Sub-Saharan Africa: no short cut to digital knowledge economy
Sub-Saharan Africa: no short cut to digital knowledge economy
Despite increasing digital connectivity and high hopes for democratised information, Sub-Saharan Africa is showing little progress in becoming a digital knowledge economy, and there is a significantly low level of digital content creation from the region.
This is according to a research published by the academic journal of information technologies & international development titled Engagement in the knowledge economy, regional patterns of content creation with a focus on sub-Saharan Africa.

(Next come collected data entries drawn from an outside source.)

using Partwise.Core.Problems;
using Partwise.Core.Ratios;
using Partwise.Core.Screening;
using Partwise.Core.Tables;
using Partwise.Core.Tests.Support;

namespace Partwise.Core.Tests.Screening;

public class ScreenerTests
{
    private const int J = 8;

    private static readonly CompositionTable Reference = MonitoringData.Reference(seed: 81, n: 400, outlierShare: 0.05);

    private static Baseline Fit(ScatterMethod method, double[]? map = null, BaselineOptions? options = null, CompositionTable? reference = null)
    {
        reference ??= Reference;
        map ??= CoordinateMaps.Pivot(J);
        return BaselineFit.Fit(reference.Parts, map, CoordinateMaps.Apply(reference, map), (options ?? new BaselineOptions()) with { Scatter = method }, reference).Baseline;
    }

    private static Dictionary<string, double> Scaled(Baseline baseline, params (string Ion, double Factor)[] changes)
    {
        // The baseline's centre composition exp(μ_clr), with some parts scaled.
        var sample = baseline.Parts.Select((ion, k) => (ion, value: Math.Exp(baseline.ClrLocation[k]))).ToDictionary(t => t.ion, t => t.value);
        foreach (var (ion, factor) in changes)
        {
            sample[ion] *= factor;
        }

        return sample;
    }

    [NeedsPythonFact]
    public void PValueIsTheChiSquareUpperTailOfTheSquaredDistance()
    {
        // p = 1 − F_χ²(d²; p), against scipy.stats.chi2.sf, also for samples far out.
        var baseline = Fit(ScatterMethod.Robust);
        var fresh = MonitoringData.Reference(seed: 82, n: 40, outlierShare: 0.5, shift: 3);
        var results = Screener.ScreenRows(baseline, fresh.Values);
        var sf = PythonReference.Run(
            "import json,sys; from scipy.stats import chi2; d=json.load(sys.stdin); print(json.dumps([float(chi2.sf(x, d['p'])) for x in d['x']]))",
            new { x = results.Select(r => r.SquaredDistance).ToArray(), p = 7 });
        Tolerance.Close(sf.Doubles(), results.Select(r => r.PValue).ToArray(), abs: 1e-300, rel: 1e-9, what: "p-value");
        Assert.Contains(results, r => r.PValue < 1e-10);
    }

    [Fact]
    public void WithoutRulesASampleIsFlaggedExactlyWhenItsSquaredDistanceExceedsTheThreshold()
    {
        var baseline = Fit(ScatterMethod.Robust);
        var fresh = MonitoringData.Reference(seed: 83, n: 300, outlierShare: 0.3, shift: 0.8);
        var results = Screener.ScreenRows(baseline, fresh.Values);
        Assert.All(results, r => Assert.Equal(r.SquaredDistance > baseline.Threshold, r.Flagged));
        Assert.All(results, r => Assert.Equal(r.Flagged, r.ExceedsThreshold));
        Assert.Contains(results, r => r.Flagged);
        Assert.Contains(results, r => !r.Flagged);
        Assert.All(results, r => Tolerance.Close(Math.Sqrt(r.SquaredDistance), r.Distance));
    }

    [Fact]
    public void RulesLimitTheRatiosValueNotItsLog()
    {
        // Rules are on x_a / x_b (or Σ_A x / Σ_B x), not on ln: the centre's Na/Cl is about 0.75, so max 0.7
        // is violated and min 0.5 is not, although ln 0.75 ≈ −0.29 lies below both.
        var naCl = LogRatio.Create(MonitoringData.Ions, ["Na"], ["Cl"], null, "/rules/0/ratio");
        var hardness = LogRatio.Create(MonitoringData.Ions, ["Ca", "Mg"], ["Na", "K"], RatioKind.Amalgamation, "/rules/2/ratio");
        var options = new BaselineOptions { Rules = [new RatioRule(naCl, null, 0.7), new RatioRule(naCl, 0.5, null), new RatioRule(hardness, 0.1, 100)] };
        var baseline = Fit(ScatterMethod.Robust, options: options);
        var sample = Scaled(baseline);
        var ratio = sample["Na"] / sample["Cl"];
        Assert.InRange(ratio, 0.7, 1.0);

        var result = Screener.Screen(baseline, sample);
        Assert.True(result.SquaredDistance < 1e-20);
        Assert.False(result.ExceedsThreshold);
        Assert.True(result.Flagged);
        var violation = Assert.Single(result.RuleViolations);
        Assert.Equal(new RuleViolation("Na/Cl", ratio, null, 0.7), violation);

        // The amalgamation's value: (Ca + Mg) / (Na + K), here pushed above its max of 100.
        var hard = Screener.Screen(baseline, Scaled(baseline, ("Ca", 200), ("Mg", 200)));
        var amalgamation = hard.RuleViolations.Single(v => v.Label == "(Ca+Mg)/(Na+K)");
        var s = Scaled(baseline, ("Ca", 200), ("Mg", 200));
        Tolerance.Close((s["Ca"] + s["Mg"]) / (s["Na"] + s["K"]), amalgamation.Value);
    }

    [NeedsPythonFact]
    public void ReasonZScoresAreThoseOfEachPairwiseLogRatioInTheReferenceSamples()
    {
        // For a classical baseline, aᵀ μ_clr and aᵀ S_clr a are the mean and variance (ddof = 1) of the log-ratio
        // aᵀ ln x itself (linearity of mean and covariance); numpy computes those directly from the compositions.
        var baseline = Fit(ScatterMethod.Classical, CoordinateMaps.Alr(J));
        var sample = Scaled(baseline, ("Na", 3));
        var result = Screener.Screen(baseline, sample, reasonCount: 28);
        var numpy = PythonReference.Run(
            """
            import json, sys
            import numpy as np
            d = json.load(sys.stdin)
            L = np.log(np.array(d['x'])); s = np.log(np.array(d['s'])); out = {}
            for a in range(8):
                for b in range(a + 1, 8):
                    r = L[:, a] - L[:, b]; m = r.mean(); sd = r.std(ddof=1)
                    out['%d,%d' % (a, b)] = [float((s[a] - s[b] - m) / sd), float(np.exp(m - 1.959963984540054 * sd)), float(np.exp(m + 1.959963984540054 * sd))]
            print(json.dumps(out))
            """,
            new { x = CoordinateMaps.Rows(Reference.Values, J), s = MonitoringData.Ions.Select(i => sample[i]).ToArray() });

        Assert.Equal(28, result.Reasons.Count);
        for (var a = 0; a < J; a++)
        {
            for (var b = a + 1; b < J; b++)
            {
                var label = $"{MonitoringData.Ions[a]}/{MonitoringData.Ions[b]}";
                var reason = result.Reasons.Single(r => r.Label == label);
                var expected = numpy.GetProperty($"{a},{b}").Doubles();
                Tolerance.Close(expected[0], reason.Z, abs: 1e-9, rel: 1e-9, what: $"z {label}");
                Tolerance.Close(expected[1], reason.ExpectedLow, abs: 1e-12, rel: 1e-9, what: $"low {label}");
                Tolerance.Close(expected[2], reason.ExpectedHigh, abs: 1e-12, rel: 1e-9, what: $"high {label}");
                Tolerance.Close(sample[MonitoringData.Ions[a]] / sample[MonitoringData.Ions[b]], reason.Value, what: $"value {label}");
            }
        }

        // Sorted by |z|, largest first; tripling Na puts Na ratios on top.
        Assert.Equal(result.Reasons.OrderByDescending(r => Math.Abs(r.Z)).Select(r => r.Label), result.Reasons.Select(r => r.Label));
        Assert.Contains("Na", result.Reasons[0].Label, StringComparison.Ordinal);
    }

    [Fact]
    public void ByDefaultThreeReasonsAreReportedTheLargestOfAll()
    {
        var baseline = Fit(ScatterMethod.Robust);
        var sample = Scaled(baseline, ("NO3", 5));
        var all = Screener.Screen(baseline, sample, reasonCount: 28).Reasons;
        var top = Screener.Screen(baseline, sample).Reasons;
        Assert.Equal(Screener.DefaultReasonCount, top.Count);
        Assert.Equal(all.Take(3), top);
        Assert.All(top, r => Assert.Contains("NO3", r.Label, StringComparison.Ordinal));
        Assert.Empty(Screener.Screen(baseline, sample, reasonCount: 0).Reasons);
        Assert.Throws<ArgumentOutOfRangeException>(() => Screener.Screen(baseline, sample, reasonCount: -1));
    }

    [Fact]
    public void AReasonsExpectedRangeContainsTheBaselinesTypicalValues()
    {
        // The expected range exp(m ± 1.96 s) is the central 95% range at the normal model: on clean reference data
        // it holds the median of each ratio and close to 95% of the reference values.
        var clean = MonitoringData.Reference(seed: 84, n: 2000);
        var baseline = Fit(ScatterMethod.Robust, reference: clean);
        var reasons = Screener.Screen(baseline, MonitoringData.Sample(clean, 0), reasonCount: 28).Reasons;
        Assert.Equal(28, reasons.Count);
        foreach (var reason in reasons)
        {
            var parts = reason.Label.Split('/');
            var values = Enumerable.Range(0, clean.RowCount)
                .Select(i => clean.Row(i)[clean.IndexOf(parts[0])] / clean.Row(i)[clean.IndexOf(parts[1])])
                .Order().ToArray();
            var median = values[values.Length / 2];
            Assert.InRange(median, reason.ExpectedLow, reason.ExpectedHigh);
            var inside = values.Count(v => v >= reason.ExpectedLow && v <= reason.ExpectedHigh) / (double)values.Length;
            Assert.InRange(inside, 0.93, 0.97);
        }

        // The centre composition itself: every z is 0 and every value inside its range.
        Assert.All(Screener.Screen(baseline, Scaled(baseline), reasonCount: 28).Reasons, r =>
        {
            Assert.InRange(r.Z, -1e-9, 1e-9);
            Assert.InRange(r.Value, r.ExpectedLow, r.ExpectedHigh);
        });
    }

    [Fact]
    public void ANamedAmalgamationRatioIsAReasonWithItsOwnLocationAndScale()
    {
        var hardness = LogRatio.Create(MonitoringData.Ions, ["Ca", "Mg"], ["Na", "K"], RatioKind.Amalgamation, "/namedRatios/0", "hardness", "alkalis");
        var baseline = Fit(ScatterMethod.Robust, options: new BaselineOptions { NamedRatios = [hardness] });
        var named = baseline.NamedRatios.Single();
        var sample = Scaled(baseline, ("Ca", 4), ("Mg", 4));
        var reasons = Screener.Screen(baseline, sample, reasonCount: 29).Reasons;
        var reason = reasons.Single(r => r.Label == "hardness/alkalis");
        var value = (sample["Ca"] + sample["Mg"]) / (sample["Na"] + sample["K"]);
        Tolerance.Close(value, reason.Value);
        Tolerance.Close((Math.Log(value) - named.Location) / named.Scale, reason.Z);
        Tolerance.Close(Math.Exp(named.Location - (Baseline.ExpectedRangeZ * named.Scale)), reason.ExpectedLow);
        Tolerance.Close(Math.Exp(named.Location + (Baseline.ExpectedRangeZ * named.Scale)), reason.ExpectedHigh);
    }

    [Fact]
    public void ReasonsDoNotDependOnTheCoordinatesOfTheBaseline()
    {
        var sample = MonitoringData.Sample(MonitoringData.Reference(seed: 85, n: 5, outlierShare: 1, shift: 1), 2);
        var ilr = Screener.Screen(Fit(ScatterMethod.Robust), sample, reasonCount: 5).Reasons;
        var alr = Screener.Screen(Fit(ScatterMethod.Robust, CoordinateMaps.Alr(J)), sample, reasonCount: 5).Reasons;
        Assert.Equal(ilr.Select(r => r.Label), alr.Select(r => r.Label));
        Tolerance.Close(ilr.Select(r => r.Z).ToArray(), alr.Select(r => r.Z).ToArray(), abs: 1e-9, rel: 1e-9);
    }

    [Fact]
    public void ABatchGivesTheSameResultsAsOneSampleAtATimeAndAsRows()
    {
        var baseline = Fit(ScatterMethod.Robust);
        var fresh = MonitoringData.Reference(seed: 86, n: 25, outlierShare: 0.4);
        var samples = Enumerable.Range(0, fresh.RowCount).Select(i => (IReadOnlyDictionary<string, double>)MonitoringData.Sample(fresh, i)).ToArray();
        var batch = Screener.ScreenMany(baseline, samples);
        var rows = Screener.ScreenRows(baseline, fresh.Values);
        var distances = new double[fresh.RowCount];
        Screener.SquaredDistances(baseline, fresh.Values, distances);
        for (var i = 0; i < samples.Length; i++)
        {
            var single = Screener.Screen(baseline, samples[i]);
            Assert.Equal(single.SquaredDistance, batch[i].SquaredDistance);
            Assert.Equal(single.Reasons, batch[i].Reasons);
            Assert.Equal(rows[i].SquaredDistance, batch[i].SquaredDistance);
            Assert.Equal(rows[i].Reasons, batch[i].Reasons);
            Assert.Equal(rows[i].SquaredDistance, distances[i]);
        }
    }

    [Theory]
    [InlineData("Na", double.NaN, ProblemTypes.NonFiniteValue, "/samples/3/values/Na")]
    [InlineData("Na", double.PositiveInfinity, ProblemTypes.NonFiniteValue, "/samples/3/values/Na")]
    [InlineData("Cl", -2.0, ProblemTypes.NegativeValue, "/samples/3/values/Cl")]
    [InlineData("NO3", 0.0, ProblemTypes.ZeroValue, "/samples/3/values/NO3")]
    [InlineData("K", null, ProblemTypes.MissingPart, "/samples/3/values/K")]
    [InlineData("Fe/Mn~", 1.0, ProblemTypes.UnknownPart, "/samples/3/values/Fe~1Mn~0")]
    public void ABadValueInABatchIsAProblemPointingAtItAndNothingIsScreened(string part, double? value, string type, string pointer)
    {
        var baseline = Fit(ScatterMethod.Classical);
        var samples = Enumerable.Range(0, 5).Select(i => MonitoringData.Sample(Reference, i)).ToArray();
        if (value is { } v)
        {
            samples[3][part] = v;
        }
        else
        {
            samples[3].Remove(part);
        }

        var ex = Assert.Throws<CompositionException>(() => Screener.ScreenMany(baseline, samples));
        Assert.Equal(type, ex.ProblemType);
        Assert.Equal(pointer, Assert.Single(ex.Errors).Pointer);
    }

    [Fact]
    public void EveryBadValueOfABatchIsListedInOrder()
    {
        var baseline = Fit(ScatterMethod.Classical);
        var samples = Enumerable.Range(0, 4).Select(i => MonitoringData.Sample(Reference, i)).ToArray();
        samples[1]["Mg"] = 0;
        samples[2].Remove("SO4");
        samples[2]["SO4 "] = 3;
        var ex = Assert.Throws<CompositionException>(() => Screener.ScreenMany(baseline, samples));
        Assert.Equal(ProblemTypes.ZeroValue, ex.ProblemType);
        Assert.Equal(["/samples/1/values/Mg", "/samples/2/values/SO4", "/samples/2/values/SO4 "], ex.Errors.Select(e => e.Pointer));
    }

    [Fact]
    public void OneSampleAndRowsPointAtTheirOwnLocations()
    {
        var baseline = Fit(ScatterMethod.Classical);
        var sample = MonitoringData.Sample(Reference, 0);
        sample["Ca"] = -1;
        Assert.Equal("/sample/values/Ca", Assert.Single(Assert.Throws<CompositionException>(() => Screener.Screen(baseline, sample)).Errors).Pointer);

        var rows = (double[])Reference.Values[..(3 * J)].Clone();
        rows[(2 * J) + 4] = 0;
        var ex = Assert.Throws<CompositionException>(() => Screener.ScreenRows(baseline, rows));
        Assert.Equal(ProblemTypes.ZeroValue, ex.ProblemType);
        Assert.Equal("/rows/2/4", Assert.Single(ex.Errors).Pointer);
        Assert.Throws<ArgumentException>(() => Screener.ScreenRows(baseline, rows.AsSpan(0, J + 1)));
    }
}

The research investigates the patterns of knowledge creation in the region, and examines three metrics including: spatial distributions of academic articles, collaborative software development, and Internet domain registrations.
According to findings, low-income countries, many of them located in Sub-Saharan Africa, have, for the most part, not yet transformed into digital knowledge economies.

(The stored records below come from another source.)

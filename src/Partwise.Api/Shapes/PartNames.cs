using Partwise.Core.Tables;

namespace Partwise.Api.Shapes;

/// <summary>Checks part names given without a table (the <c>parts</c> of an inverse transform).</summary>
public static class PartNames
{
    /// <summary>
    /// Validates <paramref name="parts"/> by the table's own rules (two or more unique, non-empty names; problems at
    /// <c>/parts/j</c>) and returns a one-row table of ones over them, for looking parts up by name.
    /// </summary>
    /// <exception cref="Partwise.Core.Problems.CompositionException">The names break a rule of the table.</exception>
    public static CompositionTable Require(IReadOnlyList<string> parts)
    {
        ArgumentNullException.ThrowIfNull(parts);
        var ones = new double[parts.Count];
        Array.Fill(ones, 1.0);
        return CompositionTable.FromValues(parts, ones);
    }
}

"There is no single factor standing in the way of Africa becoming a knowledge economy. It is a combination of socio-economic factors such as education, employment, income, and infrastructure," says Steven Ambrose, CEO of Strategy Worx
"The above create the environment to facilitate a knowledge economy, once a sufficient percentage of the population have a sufficiently high level of the above, the knowledge economy will develop. The only way Africa can become a digital knowledge economy is through massive investment in basic services and infrastructure, as well as economic growth," says Ambrose.
"There is no short cut. The process can be accelerated by utilising resources from outside of Africa and the benefits are important to the development of Africa, but it will take decades to close the gap with the developed world," he adds.
Digital content creation
The report shows North America and Europe together account for over half of Sub-Saharan Africa content creation in all three dependent variables: 66.4% of academic articles, 78.5% of collaborative coding, and 76.8% of domain registrations.
Academic articles are spread slightly more evenly across the continents of Asia, Middle East/North Africa (MENA), and Oceania, while digital content creation is concentrated in developed countries.
Sub-Saharan Africa contributes the smallest share of content to all three categories, providing only 1.1% of academic articles, 0.5% of collaborative coding and 0.7% of domain registrations.
Ambrose adds, "Sub-Saharan Africa's pack of digital content creation both in the academic and the commercial space reflects the low level of digital maturity and digital pervasiveness. The risk is a greater digital divide with the rest of the world."